There was a gap in my understanding of how publicly linked data is used and maintained in an application, especially if the data being used needs to be dynamic. I understand that there are public API's that can be utilized in order to perform such tasks, but did not have a full understanding as to how. Also, another thing that was unclear to me was how to keep the data linked that is obtained via API's by applying what we have learned thus far about linked data. Would this require more manual labor to tag the entire data set? I decided to try to looking for examples or tutorials that would help me better understand these concepts. Through my research I have learned that linked data has been underused in the past, because it relied on manual tagging of the data and the tagging of the data was not consistent. This made it time-consuming to use and required screen scraping of individual sites to obtain or manually link the data. There are now services that provide found linked data that act as a repository for data sets. That also brings up more questions, why do we not have one source that all data is being linked to?
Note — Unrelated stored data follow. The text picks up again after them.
"""What a report holds before it is written: the request, and every table it asks for."""

from __future__ import annotations

from collections.abc import Callable
from dataclasses import dataclass
from typing import Any, Final

import polars as pl

from wanderers.ephemeris import timescales
from wanderers.ephemeris.bodies import BODIES, PLANETS, Body
from wanderers.ephemeris.dates import iso_strings
from wanderers.ephemeris.frames import Frame
from wanderers.ephemeris.kernels import Kernel
from wanderers.ephemeris.store import TrackStore
from wanderers.events.almanac import almanac
from wanderers.events.catalogue import Query
from wanderers.events.kinds import Kind
from wanderers.events.scene import Choice
from wanderers.events.seasons import seasons
from wanderers.events.timeseries import time_series

Progress = Callable[[str], None]
"""Told what is being done, in a few words."""

TRACK_STEPS_DAYS: Final = (1.0, 0.25, 1.0 / 24.0, 1.0 / 1_440.0)
"""Steps of a track, the first that gives LEAST_ROWS."""
LEAST_ROWS: Final = 100

PATHS_AT_MOST: Final = 120
"""Seasons whose path is drawn, the first of a span: some thirteen years of all planets."""
PATH_ROWS: Final = 480
PATH_MARGIN: Final = 0.08
"""Part of a season's length that its path shows before the first pass and after the last."""
NAMES_IN_STEM: Final = 3
HALF_RUN: Final = 0.6
"""Stands for an unknown first or last mark: that part of the retrograde stretch beyond a station."""


@dataclass(frozen=True, slots=True)
class Request:
    """What was asked.

    Attributes:
        jd_from: first TT Julian date.
        jd_to: end of the half-open span.
        scale: ``utc`` or ``tt``, the scale in which the span was given.
        bodies: bodies wanted, in the written order.
        kinds: kinds of events wanted.
        frames: frames wanted; the first leads: tracks, paths and pictures are in it.
    """

    jd_from: float
    jd_to: float
    scale: str
    bodies: tuple[Body, ...]
    kinds: tuple[Kind, ...]
    frames: tuple[Frame, ...]

    @property
    def planets(self) -> tuple[Body, ...]:
        """The planets among the bodies wanted."""
        return tuple(body for body in self.bodies if body in PLANETS)

    @property
    def ends(self) -> tuple[str, str]:
        """The ends of the span in the scale it was given in, midnights as bare dates."""
        jd = [self.jd_from, self.jd_to]
        first, last = iso_strings(timescales.jd_utc_from_tt(jd) if self.scale == "utc" else jd).tolist()
        return _shortened(first), _shortened(last)

    @property
    def stem(self) -> str:
        """A readable name made of the span and of what else was chosen."""
        first, last = (end.replace(":", "") for end in self.ends)
        chosen = (
            (self.bodies, len(BODIES), "bodies"),
            (self.kinds, len(Kind), "kinds"),
            (self.frames if self.frames != (Frame.ECLIPTIC,) else (), 0, "frames"),
        )
        extras = [
            "+".join(names) if len(names) <= NAMES_IN_STEM else f"{len(names)}-{noun}"
            for names, of, noun in chosen
            if names and len(names) != of
        ]
        return "_".join((f"{first}_to_{last}", *extras, *(["tt"] if self.scale == "tt" else [])))


@dataclass(frozen=True, slots=True)
class Contents:
    """All tables of a report.

    Attributes:
        request: what was asked.
        kernel: what it was computed from.
        events: ``schema.EVENT_COLUMNS``.
        seasons: ``schema.SEASON_COLUMNS``: those whose retrograde stretch reaches into the span.
        tracks: ``schema.TRACK_COLUMNS`` over the span in the leading frame, by planet.
        longitudes: the same on the ecliptic of date, the Sun with them; empty when no planet is wanted.
        paths: ``schema.TRACK_COLUMNS`` over a whole season in its own frame, by ``season_id``; the leading
            frame's seasons, PATHS_AT_MOST of them.
    """

    request: Request
    kernel: Kernel
    events: pl.DataFrame
    seasons: pl.DataFrame
    tracks: dict[Body, pl.DataFrame]
    longitudes: dict[Body, pl.DataFrame]
    paths: dict[str, pl.DataFrame]


def gather(store: TrackStore, request: Request, progress: Progress = lambda words: None) -> Contents:
    """Compute every table of a report."""
    planets = tuple(body for body in request.planets if body in store.kernel.bodies)
    progress("finding events")
    query = Query(
        request.jd_from,
        request.jd_to,
        frozenset(request.kinds),
        frozenset(request.frames),
        Choice(request.bodies),
    )
    events = almanac(store, query)
    progress("measuring seasons")
    found = seasons(
        store, request.jd_from, request.jd_to, bodies=planets, frames=request.frames, touching=True
    )
    progress("computing tracks")
    step = track_step_days(request.jd_to - request.jd_from)
    lead = request.frames[0]

    def track(body: Body, frame: Frame) -> pl.DataFrame:
        return time_series(store, body, request.jd_from, request.jd_to, step, frame)

    tracks = {body: track(body, lead) for body in planets}
    compared = (Body.SUN, *planets) if planets else ()
    longitudes = {
        body: tracks[body] if lead is Frame.ECLIPTIC and body in tracks else track(body, Frame.ECLIPTIC)
        for body in compared
    }
    drawn = found.filter(pl.col("frame") == lead.value).head(PATHS_AT_MOST)
    paths = {season["season_id"]: path_of(store, season, lead) for season in drawn.iter_rows(named=True)}
    return Contents(request, store.kernel, events, found, tracks, longitudes, paths)


def _shortened(instant: str) -> str:
    """Return an ISO 8601 instant without the zeros at its end."""
    return instant.removesuffix(".000").removesuffix(":00").removesuffix("T00:00")


def track_step_days(span_days: float) -> float:
    """Return the longest usual step that still gives a track of LEAST_ROWS rows."""
    fitting = [step for step in TRACK_STEPS_DAYS if span_days / step >= LEAST_ROWS]
    return fitting[0] if fitting else TRACK_STEPS_DAYS[-1]


def path_of(store: TrackStore, season: dict[str, Any], frame: Frame) -> pl.DataFrame:
    """Return the planet's track from a little before a season's first mark to a little after its last."""
    low, high = store.span_jd
    retrograde, direct = season["station_retrograde_jd_tt"], season["station_direct_jd_tt"]
    run = HALF_RUN * (direct - retrograde)
    start = season["first_pass_start_jd_tt"] or retrograde - run
    end = season["third_pass_end_jd_tt"] or direct + run
    margin = PATH_MARGIN * (end - start)
    start, end = max(start - margin, low), min(end + margin, high)
    return time_series(store, Body(season["body"]), start, end, (end - start) / PATH_ROWS, frame)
Does this duplication of data cause gaps between the connections between linked data? These are questions I intend to ask Dr. Bansal for clarification on.
JSON LD is a method to serialize and transfer linked data. This talk really peaked my interest on why someone would use JSON LD vs other methods of transferring data. I found a site dedicated to explaining what JSON LD is and how to use it. The site contained many useful tutorials explaining everything from linked data basics, the issues we face with linked data, and how JSON-LD aims to resolve some of those issues. JSON-LD's main purpose is to resolve the ambiguity among naming schemes from our data sources by giving the data a context - mainly when obtaining data via JSON.
My goal for next week to try creating an API based web application.
We were assigned to complete a tutorial for completing an ontology for Pizza in Protege. Protege is an ontology development environment and is currently on version 5.0. The Pizza Ontology tutorial referenced version 4, so a lot of the steps did not apply to the new version. Instead of downgrading to an older version of protege, I decided to try figuring out how to complete the tutorial with the new layout. The tutorial covered creating a class hierarchy, disjointing classes, creating relationships between classes through object properties, creating an object property hierarchy, inverse properties, functional properties, transitive properties, symmetric properties, property domain/range, and property restrictions. Below is a table I put together that provides and overview of properties:
Dr. Bansal also asked us to begin researching for public data sources that would be useful for the real estate application will be be developing . Before researching, I put together a list of data sources I would like our application to utilize:
Now, locating those data sets online is the real challenge. I'm familiar with websites that are known to provide open data, such as data.gov. data.gov provides many data sets with their API's made publicly available. Another good open data site is freebase.com
Dr. Bansal provided us with a research article done by her and Sebastian Kagemann titled MOOCLink: Building and Utilizing Linked Data from Massive Open Courses. This article was regarding a research project they did to utilize the data from multiple MOOC websites such as Coursera, Udacity, and edX. The document began with providing a background highlighting the guidelines and resources used to build their project.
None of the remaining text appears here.